# jít, jet, letět - paradigm forms



## MrD.

I'm doing a paper right now on paradigm gaps in Czech motion verbs, and I was wondering if anyone could direct me to a reputable resource for the paradigms of these verbs all laid out in one place, including especially some of the less common stuff like gerunds, participles, and irrealis forma. 

The question I hope to answer by looking at these reputable sources is whether or not there are any participle, gerund, or irrealis forma forms of these motion verbs - jít, jet,letět - prefixed with _po- _. Thanks for your help.


----------



## Emys

May be this could help you
http://prirucka.ujc.cas.cz/


----------



## K.u.r.t

*jít:*

present:
jdu
jdeš
jde
jdeme
jdete
jdou

past:
šel jsem
šel jsi
šel
šli jsme
šli jste
šli

future:
půjdu
půjdeš
půjde
půjdeme
půjdete
půjdou

conditional:
šel bych
šel bys
šel by
šli bychom
šli byste
šli by

imperative:
-
jdi
-
pojďme / jděme
pojďte / jděte
-

*jet:*

present:
jedu
jedeš
jede
jedeme
jedete
jedou

past:
jel jsem
jel jsi
jel
jeli jsme
jeli jste
jeli

future:
pojedu
pojedeš
pojede
pojedeme
pojedete
pojedou

conditional:
jel bych
jel bys
jel by
jeli bychom
jeli byste
jeli by

imperative:
-
jeď
-
(po)jeďme
jeďte
-

*letět:*

present:
letím
letíš
letí
letíme
letíte
letí

past:
letěl jsem
letěl jsi
letěl
letěli jsme
letěli jste
letěli

future:
poletím
poletíš
poletí
poletíme
poletíte
poletí

conditional:
letěl bych
letěl bys
letěl by
letěli bychom
letěli byste
letěli by

imperative:
-
leť
-
leťme
leťte
-


----------



## MrD.

Thanks for your replies. 

As the first of a couple of follow up questions, are any of the following something you would ever say in terms of grammatical correctness?

"My bychom pošli do kavárny, kdybychom měli peníze."
"Človek, poletší do Ameriky, našel svého bratra."
"Náš oblíbený prezident, přiletší od Anglie, nic nám neřekl."
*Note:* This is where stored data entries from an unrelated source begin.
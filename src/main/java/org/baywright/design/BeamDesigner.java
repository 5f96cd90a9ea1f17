package org.baywright.design;

import java.util.ArrayList;
import java.util.List;
import java.util.Map;
import java.util.concurrent.ConcurrentHashMap;
import org.baywright.analysis.SimpleSpan;
import org.baywright.calc.Arg;
import org.baywright.calc.Calc;
import org.baywright.calc.CalcFormat;
import org.baywright.calc.Quantity;
import org.baywright.catalog.Catalog;
import org.baywright.catalog.Section;
import org.baywright.design.aisc360.Aisc360;
import org.baywright.design.aisc360.BendingCoefficient;
import org.baywright.design.aisc360.IShapeFlexure;
import org.baywright.design.aisc360.IShapeShear;
import org.baywright.design.aisc360.ResistanceFactors;
import org.baywright.load.Combinations;
import org.baywright.load.DesignMethod;
import org.baywright.load.LoadCase;
import org.baywright.load.LoadCombination;
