package org.baywright.design;

import org.baywright.calc.Arg;
import org.baywright.calc.Calc;
import org.baywright.calc.Quantity;
import org.baywright.units.Units;

/**
 * A concrete slab on composite steel deck (or a solid slab when {@code hr = 0}): the deck profile, the
 * concrete above it and the concrete itself. SI throughout: m, Pa (area loads and stresses), N/m³.
 *
 * @param hr rib height h_r (0 for a solid slab)
 * @param wr average width of a concrete rib w_r (ignored for a solid slab)
 * @param pitch rib pitch, centre to centre (ignored for a solid slab)
 * @param deckWeight the deck's own weight per area [Pa]
 * @param topping concrete above the top of the deck t_c [m]
 * @param density unit weight of the concrete w_c [N/m³] (145 pcf normal weight, 110–115 pcf lightweight)
 * @param fc specified compressive strength f′c [Pa]
 */
public record SlabOnDeck(double hr, double wr, double pitch, double deckWeight, double topping, double density,
        double fc) {

    private static final String PRACTICE = "slab weight from geometry, common practice (CHECK-VALUES §10)";

    public SlabOnDeck {
        if (!(hr >= 0) || !(topping > 0) || !(density > 0) || !(fc > 0) || !(deckWeight >= 0)
                || !Double.isFinite(hr + topping + density + fc + deckWeight)) {
            throw new IllegalArgumentException("slab: rib height and deck weight must be ≥ 0, topping, concrete unit weight "
                    + "and f′c positive");
        }
        if (hr > 0 && (!(wr > 0) || !(pitch > 0) || wr > pitch)) {
            throw new IllegalArgumentException("slab: the rib width must be positive and not more than the rib pitch, got w_r = "
                    + wr + " m, pitch = " + pitch + " m");
        }
    }

    /** A slab in US units: inches, psf, pcf, ksi. */
    public static SlabOnDeck us(double hrIn, double wrIn, double pitchIn, double deckPsf, double toppingIn, double pcf,
            double fcKsi) {
        double in = Units.IN.toSi(1);
        return new SlabOnDeck(hrIn * in, wrIn * in, pitchIn * in, Units.PSF.toSi(deckPsf), toppingIn * in,
                pcf * org.baywright.design.aisc360.StudStrengthI8.PCF, Units.KSI.toSi(fcKsi));
    }

    /** A solid slab (no deck) of thickness {@code t}. */
    public static SlabOnDeck solid(double t, double density, double fc) {
        return new SlabOnDeck(0, 0, 0, 0, t, density, fc);
    }

    /** Total slab thickness h_r + t_c [m]. */
    public double thickness() {
        return hr + topping;
    }

    /** Ratio w_r/h_r (∞ for a solid slab). */
    public double wrOverHr() {
        return hr > 0 ? wr / hr : Double.POSITIVE_INFINITY;
    }

    /**
     * The slab's own weight per area from its geometry [Pa]: the topping, the filled ribs (the share
     * w_r/pitch of the rib height) and the deck, w = w_c·(t_c + h_r·w_r/pitch) + w_deck. Common
     * practice, CHECK-VALUES §10 ("ribs roughly half filled" is w_r/pitch = ½).
     */
    public double weight(Calc calc) {
        double ribs = hr > 0 ? hr * wr / pitch : 0;
        double v = density * (topping + ribs) + deckWeight;
        if (hr == 0) {
            return Calc.eq(calc, "w_slab", "wc·tc + w_deck", PRACTICE, v, Quantity.AREA_LOAD,
                    Arg.num("wc", density), Arg.of("tc", topping, Quantity.SECTION_LENGTH),
                    Arg.of("w_deck", deckWeight, Quantity.AREA_LOAD));
        }
        return Calc.eq(calc, "w_slab", "wc·(tc + hr·wr/p) + w_deck", PRACTICE, v, Quantity.AREA_LOAD,
                Arg.num("wc", density), Arg.of("tc", topping, Quantity.SECTION_LENGTH),
                Arg.of("hr", hr, Quantity.SECTION_LENGTH), Arg.of("wr", wr, Quantity.SECTION_LENGTH),
                Arg.of("p", pitch, Quantity.SECTION_LENGTH), Arg.of("w_deck", deckWeight, Quantity.AREA_LOAD));
    }
}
If they aren't, could you provide a more ideal variant?

Second question: Are these verbs perfective when prefixed with _po-_ ?


----------



## Emys

correction
*jít:*
present:
j|du
j|deš
j|de
j|deme
j|dete
j|dou
It's similar to future.


----------



## K.u.r.t

Emys said:


> correction
> *jít:*
> present:
> j|du
> j|deš
> j|de
> j|deme
> j|dete
> j|dou
> It's similar to future.



oops: thanks for pointing that out  I corrected it now


----------



## K.u.r.t

MrD. said:


> "My bychom pošli do kavárny, kdybychom měli peníze."


Ideally though we would not use "my" but rather say:

Šli bychom do kavárny, kdybychom měli peníze.



MrD. said:


> "Človek, poletší do Ameriky, našel svého bratra."
> "Náš oblíbený prezident, přiletší od Anglie, nic nám neřekl."


I am not quite sure I understand you here, what would you like to say in English?


----------



## bibax

Náš (tento, nějaký, ...) člověk přiletěvší do Ameriky našel svého bratra.
Náš člověk přiletěv do Ameriky našel svého bratra.
Náš člověk letící do Ameriky našel svého bratra.
Náš člověk letě do Ameriky našel svého bratra.

Náš oblíbený president přiletěv z Anglie nám nic neřekl.
Náš oblíbený president letě z Anglie nám nic neřekl.

As you can see the forms with the prefix po-/pů- exist only in the future tense and imperative:

future: půjdu, pojedu, poletím (instead of budu jít, budu jet, budu letět)
imperative: jdi/pojď, jeď/pojeď, leť/poleť (both forms are possible)

The infinitive, participles, transgressive, verbal noun and verbal adjective do not occur with the prefix po- (pů-).


----------



## MrD.

Thanks for all the help. I appreciate it. You've answered my questions.


----------



## werrr

MrD. said:


> Second question: Are these verbs perfective when prefixed with _po-_?


The prefix “po-” has two functions:


Semantical. It changes the meaning of the verb. When used this way it appears in all forms of the verb.
Morfological. It is used to form future and imperative forms for verbs of motion.
Only the first option changes the aspect.

Compare pojít (to die/perish) and jít (to go), for example.



bibax said:


> imperative: jdi/pojď, jeď/pojeď, leť/poleť (both forms are possible)


Both forms possible, but not generally interchangeable!


----------